### A few interesting things that came out of the fitting exercise...

#### Why do the XGB with/without z-scaling give identical results?

* Tree-based models like XGBoost are invariant to monotonic transformations of the features, including z-scoring.
* StandardScaler just subtracts the mean and divides by std — it doesn’t change splitting behavior, because splits are based on thresholds (e.g., "is feature > 6.5?").
* Unless you use a model that’s sensitive to feature scale (like logistic regression, SVM, or neural networks), or combine tree-based methods with regularization strategies that interact with scale (rare in XGBoost), you’ll see nearly identical performance with or without scaling.

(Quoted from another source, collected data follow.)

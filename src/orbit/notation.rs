//! How do the published notations of elements read?

use super::elements::Comet;
use crate::error::Error;

/// A comet that was read.
pub struct Entry {
    pub comet: Comet,
}

/// What a text held.
#[derive(Default)]
pub struct Reading {
    pub comets: Vec<Entry>,
    pub errors: Vec<Error>,
    pub notices: Vec<String>,
}

/// Reads nothing yet.
pub fn read(_text: &str) -> Reading {
    Reading::default()
}
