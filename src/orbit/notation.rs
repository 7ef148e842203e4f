//! How do the published notations of elements read?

#### What is the best possible performance the model could hope to achieve, given the noise added?

In [6]:
import pandas as pd
import numpy as np

def load_data(path='../output/emotion_data.csv'):
    return pd.read_csv(path)

def calculate_stochastic_bayes_accuracy(df, n_trials=10000, seed=42):
    np.random.seed(seed)
    prob_cols = ['happy_prob', 'energetic_prob', 'engaged_prob']
    class_labels = ['Happy', 'Energetic', 'Engaged']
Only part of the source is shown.